O cheiro putrefato de cadáver em decomposição logo invadiu os pulmões de ambos. Marcelo imaginava quantas milhões de bacterias haveria naquele corpo, nojento e gosmento...eca! Com a ajuda da sua doce namorada Amanda, retirou o corpo com ajuda de uma corda. Primeiramente a amarraram em volta da cintura do cadáver, mas pelo avançado estado de decomposição, a corda cortou a carne e entrou órgãos a dentro, fazendo vazar sangue podre e restos de órgãos mecatrefes.

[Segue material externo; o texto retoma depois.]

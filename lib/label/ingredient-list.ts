/**
 * The ingredient list of a finished product, for the EU and the US. PURE: no framework imports.
 *
 * Order: descending weight at the time of use (Regulation (EU) No 1169/2011 Art. 18(1);
 * 21 CFR 101.4(a)(1) "descending order of predominance by weight").
 */
import type { EuAllergen, LabelInput, LabelLine, UsAllergen } from './types';
import { validateLabelInput } from './validate';

export type LabelMarket = 'eu' | 'us';

/** A run of list text; `emphasis` marks an allergen name (EU 1169/2011 Art. 21(1)(b): set apart by typeset). */
export interface ListSegment {
  text: string;
  emphasis: boolean;
}

export interface IngredientListEntry {
  /** The name as printed (additives with their class, allergens spelled out). */
  name: string;
  /** Weight at the time of use, summed over lines with the same name; added water: see `addedWater`. */
  grams: number;
  /** Share of the finished product, %. */
  pctOfFinished: number;
  segments: ListSegment[];
  /** Indexes of the formula lines this entry stands for. */
  lineIndexes: number[];
}

export interface AddedWaterAccount {
  /** Water weighed into the charge. */
  addedG: number;
  /** EU: finished product minus the other ingredients used (1169/2011 Annex VII Part A(1)); may be negative. */
  remainingG: number;
  /** `remainingG` as % of the finished product. */
  pctOfFinished: number;
  /** Whether the list names water. */
  declared: boolean;
  reason: string;
}

export interface FruitIndication {
  /** Fruit names in descending order of raw-material weight. */
  fruits: string[];
  /** The indication to put beside the product name ("strawberry and raspberry", "mixed fruit"). */
  text: string | null;
  /** Other wordings the rule allows (three or more fruits: the full list, or the number of fruits). */
  alternatives: string[];
}

export interface IngredientList {
  market: LabelMarket;
  entries: IngredientListEntry[];
  /** The whole list, heading and separators included, ready to render with emphasis. */
  segments: ListSegment[];
  /** The same list as plain text (allergens in capitals so the emphasis survives without typesetting). */
  text: string;
  /** US only: the FALCPA "Contains:" statement; null when no major allergen is present or for the EU. */
  containsStatement: string | null;
  addedWater: AddedWaterAccount | null;
  fruitIndication: FruitIndication;
  /** Sulphur dioxide in the finished product, mg/kg; null when an ingredient's content is not known. */
  sulphiteMgPerKg: number | null;
  notes: string[];
}

/**
 * Regulation (EU) No 1169/2011, Annex VII, Part A, point 1 (the rule checked in the Lithuanian text
 * of the Regulation, quoted in full on a public newsgroup; the English wording below is recalled
 * and agrees with it): added water is
 * listed by its weight in the finished product; "the quantity of water added as an ingredient
 * in a food shall be calculated by subtracting from the total amount of the finished product the
 * total amount of the other ingredients used. This amount need not be taken into consideration
 * if it does not exceed 5 % by weight of the finished product."
 */
export const ADDED_WATER_THRESHOLD_PCT = 5;

/**
 * Regulation (EU) No 1169/2011 Annex II point 12 and Directive 2001/113/EC Art. 2(6): sulphur
 * dioxide / sulphites above 10 mg/kg (as total SO2) are declared. 21 CFR 101.100(a)(4) uses the
 * same 10 ppm line for sulfites in the US (memory).
 */
export const SULPHITE_DECLARATION_MG_PER_KG = 10;

const EU_ALLERGEN_WORDS: Record<EuAllergen, { name: string; words: string[] }> = {
  cereals_gluten: { name: 'gluten', words: ['wheat', 'rye', 'barley', 'oats', 'oat', 'spelt', 'kamut', 'gluten'] },
  crustaceans: { name: 'crustaceans', words: ['crustacean', 'shrimp', 'prawn', 'crab', 'lobster'] },
  eggs: { name: 'egg', words: ['eggs', 'egg'] },
  fish: { name: 'fish', words: ['fish'] },
  peanuts: { name: 'peanuts', words: ['peanuts', 'peanut'] },
  soybeans: { name: 'soya', words: ['soya', 'soybean', 'soy'] },
  milk: { name: 'milk', words: ['milk', 'butter', 'cream', 'cheese', 'yoghurt', 'whey', 'lactose'] },
  nuts: { name: 'nuts', words: ['almonds', 'almond', 'hazelnuts', 'hazelnut', 'walnuts', 'walnut', 'cashews', 'cashew', 'pecans', 'pecan', 'pistachios', 'pistachio', 'macadamia', 'brazil nuts', 'nuts'] },
  celery: { name: 'celery', words: ['celery', 'celeriac'] },
  mustard: { name: 'mustard', words: ['mustard'] },
  sesame: { name: 'sesame', words: ['sesame'] },
  sulphites: { name: 'sulphites', words: ['sulphites', 'sulphite', 'sulphur dioxide', 'metabisulphite'] },
  lupin: { name: 'lupin', words: ['lupin'] },
  molluscs: { name: 'molluscs', words: ['mollusc', 'mussel', 'oyster', 'squid', 'clam'] },
};
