// words-codemod: keep — this file names the old paths on purpose.
/**
 * API paths renamed by issue 18 ("one word per thing": tasting, taster, cook), kept for one release as
 * deprecated aliases. Each old path's app/api/v1/…/route.ts re-exports the handlers of the new one, so both
 * answer alike; API_OPERATIONS lists the old path with `deprecated: true`. Remove them in the next release.
 */
export const DEPRECATED_API_PATHS: ReadonlyArray<{ old: string; now: string }> = [
  { old: '/api/v1/trials/{trialId}/panels', now: '/api/v1/trials/{trialId}/tastings' },
  { old: '/api/v1/panels/{tastingId}', now: '/api/v1/tastings/{tastingId}' },
  { old: '/api/v1/panels/{tastingId}/open', now: '/api/v1/tastings/{tastingId}/open' },
  { old: '/api/v1/panels/{tastingId}/close', now: '/api/v1/tastings/{tastingId}/close' },
  { old: '/api/v1/panels/{tastingId}/invitations', now: '/api/v1/tastings/{tastingId}/invitations' },
  { old: '/api/v1/panels/{tastingId}/serving-sheet', now: '/api/v1/tastings/{tastingId}/serving-sheet' },
  { old: '/api/v1/panels/{tastingId}/results', now: '/api/v1/tastings/{tastingId}/results' },
  { old: '/api/v1/panels/{tastingId}/answers.csv', now: '/api/v1/tastings/{tastingId}/answers.csv' },
  { old: '/api/v1/panels/{tastingId}/summary.csv', now: '/api/v1/tastings/{tastingId}/summary.csv' },
  { old: '/api/v1/tasting/join', now: '/api/v1/tastings/join' },
  { old: '/api/v1/tasting/{seatToken}', now: '/api/v1/tastings/seats/{seatToken}' },
  { old: '/api/v1/tasting/{seatToken}/consent', now: '/api/v1/tastings/seats/{seatToken}/consent' },
  { old: '/api/v1/tasting/{seatToken}/answers', now: '/api/v1/tastings/seats/{seatToken}/answers' },
  { old: '/api/v1/tasting/{seatToken}/submit', now: '/api/v1/tastings/seats/{seatToken}/submit' },
  { old: '/api/v1/trials/{trialId}/measurements', now: '/api/v1/trials/{trialId}/cooks' },
  { old: '/api/v1/trials/{trialId}/measurements/import', now: '/api/v1/trials/{trialId}/cooks/import' },
  { old: '/api/v1/trials/{trialId}/measurements/{cookId}', now: '/api/v1/trials/{trialId}/cooks/{cookId}' },
  { old: '/api/v1/trials/{trialId}/measurements/{cookId}/withdraw', now: '/api/v1/trials/{trialId}/cooks/{cookId}/withdraw' },
];

/** The old path of a renamed one, or null. */
export function deprecatedAliasOf(path: string): string | null {
  return DEPRECATED_API_PATHS.find((p) => p.now === path)?.old ?? null;
}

- Que nojo do caralho - gritou Marcelo enquanto empurrava o cadáver por baixo e sentia o sangue e as tripas caindo em sua boca. Ele então cuspiu, algo que poderia ser o pedaço de um rim podre.

- Puxa logo essa merda - gritou ele para Amanda - Santo Deus! Acabei de ser banhado pelas tripas desse cadáver.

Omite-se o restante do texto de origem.